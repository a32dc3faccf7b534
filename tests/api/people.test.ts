/** Sign-in, the first administrator, invitations, roles and closing, as a browser meets them. */
import { afterAll, beforeAll, describe, expect, it } from 'vitest';
import type { MailItem } from '@shared/api/people';
import { startApp, testPassword, type TestApp } from '../support/app';

let app: TestApp;
beforeAll(async () => { app = await startApp(); });
afterAll(() => app.close());

const linkIn = (text: string) => new URL(/https?:\S+/.exec(text)![0]);

describe('the first visit', () => {
  it('asks for the one-time code and makes one administrator, once', async () => {
    const visitor = app.nobody();
    expect((await visitor.get('/api/entrance')).body).toEqual({ setupNeeded: true, demo: [] });
    const code = await app.book.setupCode();
    const entry = { name: 'Ada Example', email: 'Ada@Lab.example', password: 'correct horse battery' };

    const wrong = await visitor.post('/api/setup', { ...entry, code: 'AAAA-AAAA-AAAA' });
    expect([wrong.status, wrong.body['code']]).toEqual([403, 'SETUP_CODE']);
    const short = await visitor.post('/api/setup', { ...entry, code, password: 'short' });
    expect([short.status, short.body['code']]).toEqual([422, 'INVALID']);

    const twice = await Promise.all([visitor.post('/api/setup', { ...entry, code }), visitor.post('/api/setup', { ...entry, email: 'eve@lab.example', code })]);
    expect(twice.map(({ status }) => status).sort()).toEqual([200, 403]);
    expect((await visitor.post('/api/setup', { ...entry, email: 'late@lab.example', code })).body['code']).toBe('SETUP_DONE');
    expect(await app.book.setupCode()).toBeNull();
    expect((await visitor.get('/api/entrance')).body['setupNeeded']).toBe(false);
  });
});

describe('sign-in', () => {
  it('lets in with the right password, keeps out with a wrong one, and ends at sign-out', async () => {
    const person = await app.person('operator', 'Olu Operator');
    const client = app.nobody();
    expect((await client.get('/api/me')).status).toBe(401);
    expect((await client.signIn(person.email, 'not the password')).status).toBe(401);
    expect((await client.signIn('nobody@lab.example', testPassword)).status).toBe(401);
    expect((await client.get('/api/me')).body).toMatchObject({ code: 'SIGN_IN', status: 401 });

    expect((await client.signIn(person.email, testPassword)).status).toBe(200);
    expect((await client.get('/api/me')).body).toMatchObject({ email: person.email, role: 'operator', memberships: [], demo: false });
    await client.post('/api/auth/sign-out', {});
    expect((await client.get('/api/me')).status).toBe(401);
  });

  it('ends when it expires', async () => {
    const person = await app.person('operator', 'Ellis Expired');
    const client = await app.signedIn(person);
    await app.open.db.execute(`update sign_ins set expires_at = now() - interval '1 second' where user_id = '${person.id}'`);
    const { status, body } = await client.get('/api/me');
    expect([status, body['code']]).toEqual([401, 'SIGN_IN']);
  });

  it('cannot be made by oneself, nor with a role of one’s choice', async () => {
    const client = app.nobody();
    const signUp = await client.post('/api/auth/sign-up/email', { name: 'Mallory', email: 'mallory@lab.example', password: testPassword, role: 'administrator' });
    expect(signUp.status).toBeGreaterThanOrEqual(400);
    expect((await client.signIn('mallory@lab.example', testPassword)).status).toBe(401);

    const person = await app.person('operator', 'Ros Raiser');
    const raised = await app.signedIn(person);
    await raised.post('/api/auth/update-user', { role: 'administrator' });
    await raised.patch('/api/me', { name: 'Ros Raiser', role: 'administrator' });
    expect((await raised.get('/api/me')).body['role']).toBe('operator');
  });

  it('shows one’s open sign-ins and ends one of them', async () => {
    const person = await app.person('lead', 'Lin Lead');
    const [here, there] = [await app.signedIn(person), await app.signedIn(person)];
    const { body: open } = await here.get<{ token: string }[]>('/api/auth/list-sessions');
    expect(open).toHaveLength(2);
    const { body: current } = await here.get<{ session: { token: string } }>('/api/auth/get-session');
    const other = open.find(({ token }) => token !== current.session.token)!;
    expect((await here.post('/api/auth/revoke-session', { token: other.token })).status).toBe(200);
    expect((await there.get('/api/me')).status).toBe(401);
    expect((await here.get('/api/me')).status).toBe(200);
  });

  it('refuses changes that a page of another site asks for', async () => {
    const client = await app.signedIn(await app.person('operator', 'Cas Crossed'));
    const response = await client.raw('PATCH', '/api/me', { body: '{"name":"X"}', headers: { 'content-type': 'application/json', origin: 'https://elsewhere.example' } });
    expect([response.status, (await response.json() as { code: string }).code]).toEqual([403, 'ORIGIN']);
    expect((await client.raw('POST', '/api/auth/sign-out', { body: '{}', headers: { 'content-type': 'application/json', origin: 'https://elsewhere.example' } })).status).toBe(403);
  });
});

describe('people of the lab', () => {
  it('are invited by mail, choose a password with the link, once', async () => {
    const administrator = await app.signedIn(await app.person('administrator', 'Ari Admin'));
    const invited = await administrator.post('/api/people', { name: 'Noor New', email: 'Noor@lab.example', role: 'clinician' });
    expect(invited.body).toMatchObject({ email: 'noor@lab.example', role: 'clinician', state: 'invited' });

    const { body: outbox } = await administrator.get<{ smtp: boolean; mail: MailItem[] }>('/api/outbox');
    expect(outbox.smtp).toBe(false);
    const letter = outbox.mail.find(({ to }) => to === 'noor@lab.example')!;
    expect(letter.state).toBe('outbox');
    const link = linkIn(letter.text);
    expect([link.origin, link.pathname]).toEqual([app.url, '/reset']);

    const newcomer = app.nobody();
    const token = link.searchParams.get('token');
    expect((await newcomer.post('/api/auth/reset-password', { token, newPassword: 'too short' })).body).toMatchObject({ code: 'INVALID', faults: [{ path: 'newPassword' }] });
    expect((await newcomer.post('/api/auth/reset-password', { token, newPassword: testPassword })).status).toBe(200);
    expect((await newcomer.post('/api/auth/reset-password', { token, newPassword: `${testPassword} 2` })).body).toMatchObject({ status: 400, code: 'INVALID_TOKEN' });
    expect((await newcomer.signIn('noor@lab.example', testPassword)).status).toBe(200);

    const again = await administrator.post('/api/people', { name: 'Noor New', email: 'noor@lab.example', role: 'clinician' });
    expect([again.status, again.body['code']]).toEqual([409, 'EMAIL_TAKEN']);
  });

  it('get a new password by mail, and every sign-in with the old one ends', async () => {
    const person = await app.person('operator', 'Fay Forgetful');
    const before = await app.signedIn(person);
    const visitor = app.nobody();
    const asked = await visitor.post('/api/auth/request-password-reset', { email: person.email, redirectTo: '/reset' });
    const strange = await visitor.post('/api/auth/request-password-reset', { email: 'unknown@lab.example', redirectTo: '/reset' });
    expect([asked.status, asked.body]).toEqual([strange.status, strange.body]);

    const [letter] = (await app.book.services.post.latest(1)).filter(({ recipient }) => recipient === person.email);
    const token = linkIn(letter!.text).searchParams.get('token');
    expect((await visitor.post('/api/auth/reset-password', { token, newPassword: 'another password' })).status).toBe(200);
    expect((await before.get('/api/me')).status).toBe(401);
    expect((await visitor.signIn(person.email, testPassword)).status).toBe(401);
    expect((await visitor.signIn(person.email, 'another password')).status).toBe(200);
  });

  it('lose access at once when they are closed, and cannot sign in again', async () => {
    const administrator = await app.signedIn(await app.person('administrator', 'Bo Admin'));
    const person = await app.person('operator', 'Kim Closed');
    const client = await app.signedIn(person);
    expect((await administrator.patch(`/api/people/${person.id}`, { closed: true })).body['state']).toBe('closed');
    expect((await client.get('/api/me')).status).toBe(401);
    const refused = await client.signIn(person.email, testPassword);
    expect([refused.status, refused.body['code']]).toEqual([403, 'PERSON_CLOSED']);
    await administrator.patch(`/api/people/${person.id}`, { closed: false });
    expect((await client.signIn(person.email, testPassword)).status).toBe(200);
  });

  it('always include an administrator', async () => {
    const { services } = app.book;
    const administrators = (await services.people.list()).filter(({ role, state }) => role === 'administrator' && state !== 'closed');
    const [last, ...others] = administrators;
    for (const other of others) await services.people.change(other.id, { closed: true });
    await expect(services.people.change(last!.id, { closed: true })).rejects.toMatchObject({ code: 'LAST_ADMINISTRATOR' });
    await expect(services.people.change(last!.id, { role: 'lead' })).rejects.toMatchObject({ code: 'LAST_ADMINISTRATOR' });
    for (const other of others) await services.people.change(other.id, { closed: false });
  });

  it('leave a trail of what they changed, without secrets', async () => {
    const administrator = await app.signedIn(await app.person('administrator', 'Cleo Admin'));
    await administrator.post('/api/people', { name: 'Pat Traced', email: 'pat@lab.example', role: 'operator' });
    const { body } = await administrator.get<{ entries: { who: string; action: string; subject: string }[] }>('/api/audit');
    const person = (await app.book.services.people.list()).find(({ email }) => email === 'pat@lab.example')!;
    expect(body.entries[0]).toMatchObject({ who: 'Cleo Admin', action: 'people.invite', subject: person.id });
    expect(body.entries.map(({ action }) => action)).toEqual(expect.arrayContaining(['auth.signIn', 'setup.make', 'people.change', 'auth.passwordReset']));
    expect(JSON.stringify(body)).not.toContain(testPassword);
  });
});

it('logs no warning while all this happens as expected', () => {
  expect(app.logged).toEqual([]);
});
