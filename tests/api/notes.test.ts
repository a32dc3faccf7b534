/** Notes: written once, edited by versions, answered, resolved, and refused where they cannot stand. */
import { randomUUID } from 'node:crypto';
import { afterAll, beforeAll, describe, expect, it } from 'vitest';
import type { Note } from '@shared/api/notes';
import { makeMiniLab, type MiniLab, startApp, type TestApp } from '../support/app';
import { BenchDevice } from '../support/bench-device';
import type { HttpClient } from '../support/http-client';

let app: TestApp;
let lab: MiniLab;
let operator: HttpClient;
let lead: HttpClient;
let reader: HttpClient;
let path: string;
/** At 1 kHz: the recording ends at 0.999 s. */
const samples = 1000;

beforeAll(async () => {
  app = await startApp();
  lab = await makeMiniLab(app);
  [operator, lead, reader] = await Promise.all([app.signedIn(lab.people.operator), app.signedIn(lab.people.lead), app.signedIn(lab.people.administrator)]);
  path = `/api/trials/${lab.trialIds[0]}/notes`;
  const device = await BenchDevice.connect(app.url, lab.deviceKey);
  for (const [i, trial] of lab.trialIds.slice(0, 2).entries()) {
    await app.book.services.sessions.arm(trial, lab.deviceId, lab.people.operator);
    await device.begin(trial, `run-${i}`, samples);
    await device.end(`run-${i}`, samples);
  }
  await device.leave();
});
afterAll(() => app.close());

const codeOf = ({ status, body }: { status: number; body: unknown }) => [status, (body as { code?: string }).code];
const aNote = (more: object = {}) => ({ startS: 0.2, text: 'The hand stops here.', clientKey: randomUUID(), ...more });

describe('a note', () => {
  it('stands on a point or a span, with its cables, and is told to the rooms', async () => {
    const told: string[] = [];
    const stop = app.book.bus.on('note', ({ noteId }) => told.push(noteId));
    const { status, body } = await operator.post<Note>(path, aNote({ startS: 0.3, endS: 0.7, cables: [8, 2, 2] }));
    stop();
    expect(status).toBe(200);
    expect(body).toMatchObject({ startS: 0.3, endS: 0.7, cables: [2, 8], version: 1, editedAt: null, resolved: null, replies: [], mine: true, author: { name: 'operator' } });
    expect(told).toEqual([body.id]);
    const { body: seen } = await lead.get<{ notes: Note[] }>(path);
    expect(seen.notes.find(({ id }) => id === body.id)).toMatchObject({ mine: false });
  });

  it('sent twice after a broken connection is written once', async () => {
    const note = aNote();
    const [first, second] = await Promise.all([operator.post<Note>(path, note), operator.post<Note>(path, note)]);
    expect(second.body.id).toBe(first.body.id);
    const { body } = await operator.get<{ notes: Note[] }>(path);
    expect(body.notes.filter(({ id }) => id === first.body.id)).toHaveLength(1);
    expect(codeOf(await operator.post(`/api/trials/${lab.trialIds[1]}/notes`, note))).toEqual([409, 'NOTE_KEY']);
    // The key is the writer's own: somebody else's equal key is another note.
    expect((await lead.post<Note>(path, note)).body.id).not.toBe(first.body.id);
  });

  it('cannot stand outside the recording, on a cable that the rig has not, or end before it starts', async () => {
    expect(codeOf(await operator.post(path, aNote({ startS: 2 })))).toEqual([422, 'NOTE_OUTSIDE']);
    expect(codeOf(await operator.post(path, aNote({ endS: 60 })))).toEqual([422, 'NOTE_OUTSIDE']);
    expect(codeOf(await operator.post(path, aNote({ cables: [9] })))).toEqual([422, 'NOTE_CABLE']);
    expect(codeOf(await operator.post(`/api/trials/${lab.trialIds[2]}/notes`, aNote()))).toEqual([409, 'NOTE_NO_RECORDING']);
    const backwards = await operator.post<{ faults: { path: string }[] }>(path, aNote({ startS: 0.5, endS: 0.4 }));
    expect(codeOf(backwards)).toEqual([422, 'INVALID']);
    expect(backwards.body.faults.map((fault) => fault.path)).toEqual(['endS']);
  });

  it('is edited by its writer alone, as one more version, and never over somebody’s unread change', async () => {
    const { body: note } = await operator.post<Note>(path, aNote({ text: 'first' }));
    expect(codeOf(await lead.patch(`/api/notes/${note.id}`, { text: 'mine now', onVersion: 1 }))).toEqual([403, 'NOT_YOURS']);
    const edited = await operator.patch<Note>(`/api/notes/${note.id}`, { text: 'second', onVersion: 1 });
    expect(edited.body).toMatchObject({ text: 'second', version: 2, editedAt: expect.any(String) });
    expect(codeOf(await operator.patch(`/api/notes/${note.id}`, { text: 'third', onVersion: 1 }))).toEqual([409, 'EDIT_CONFLICT']);
    const race = await Promise.all([1, 2, 3].map((i) => operator.patch(`/api/notes/${note.id}`, { text: `race ${i}`, onVersion: 2 })));
    expect(race.map(({ status }) => status).sort()).toEqual([200, 409, 409]);
    const { body } = await lead.get<{ versions: { version: number; text: string }[] }>(`/api/notes/${note.id}/versions`);
    expect(body.versions.map(({ version, text }) => [version, text]).slice(0, 2)).toEqual([[1, 'first'], [2, 'second']]);
    expect(body.versions).toHaveLength(3);
  });

  it('is answered and resolved, and opened again', async () => {
    const { body: note } = await operator.post<Note>(path, aNote({ text: 'Was the cue on?' }));
    const answer = { text: 'It was.', clientKey: randomUUID() };
    await lead.post(`/api/notes/${note.id}/replies`, answer);
    const { body: answered } = await lead.post<Note>(`/api/notes/${note.id}/replies`, answer);
    expect(answered.replies.map(({ author, text }) => [author.name, text])).toEqual([['lead', 'It was.']]);
    const reply = answered.replies[0]!;
    expect(codeOf(await operator.post(`/api/notes/${reply.id}/replies`, { ...answer, clientKey: randomUUID() }))).toEqual([422, 'NOTE_IS_REPLY']);
    expect((await lead.patch<Note>(`/api/notes/${reply.id}`, { text: 'It was on.', onVersion: 1 })).body.replies[0]).toMatchObject({ text: 'It was on.', version: 2 });

    expect((await operator.put<Note>(`/api/notes/${note.id}/resolved`, { resolved: true })).body.resolved).toMatchObject({ by: { name: 'operator' } });
    // Resolving again changes neither who nor when.
    expect((await lead.put<Note>(`/api/notes/${note.id}/resolved`, { resolved: true })).body.resolved).toMatchObject({ by: { name: 'operator' } });
    expect((await lead.put<Note>(`/api/notes/${note.id}/resolved`, { resolved: false })).body.resolved).toBeNull();
  });

  it('can be written by an administrator who was let in as a reader', async () => {
    expect((await reader.post(path, aNote())).status).toBe(200);
  });

  it('on a trial that was taken out meanwhile is refused, and what stands is not changed', async () => {
    const gone = `/api/trials/${lab.trialIds[1]}/notes`;
    const { body: note } = await operator.post<Note>(gone, aNote());
    await app.book.services.sessions.judge(lab.trialIds[1]!, { outcome: 'completed', reason: '' }, lab.people.lead);
    await app.book.services.sessions.remove(lab.trialIds[1]!, 'wrong participant', lab.people.lead);
    expect(codeOf(await operator.post(gone, aNote()))).toEqual([410, 'TRIAL_GONE']);
    expect(codeOf(await operator.get(gone))).toEqual([410, 'TRIAL_GONE']);
    expect(codeOf(await operator.post(`/api/notes/${note.id}/replies`, { text: 'late', clientKey: randomUUID() }))).toEqual([410, 'TRIAL_GONE']);
    expect(codeOf(await operator.patch(`/api/notes/${note.id}`, { text: 'late', onVersion: 1 }))).toEqual([410, 'TRIAL_GONE']);
    expect(codeOf(await operator.put(`/api/notes/${note.id}/resolved`, { resolved: true }))).toEqual([410, 'TRIAL_GONE']);
  });
});

it('logs no warning while all this happens as expected', () => {
  expect(app.logged).toEqual([]);
});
______
Return word for word the lines above from the line with "startApp, testPassword, type" to the line with "const linkIn = (text: string)", including both and leaving out all others.

import { startApp, testPassword, type TestApp } from '../support/app';

let app: TestApp;
beforeAll(async () => { app = await startApp(); });
afterAll(() => app.close());

const linkIn = (text: string) => new URL(/https?:\S+/.exec(text)![0]);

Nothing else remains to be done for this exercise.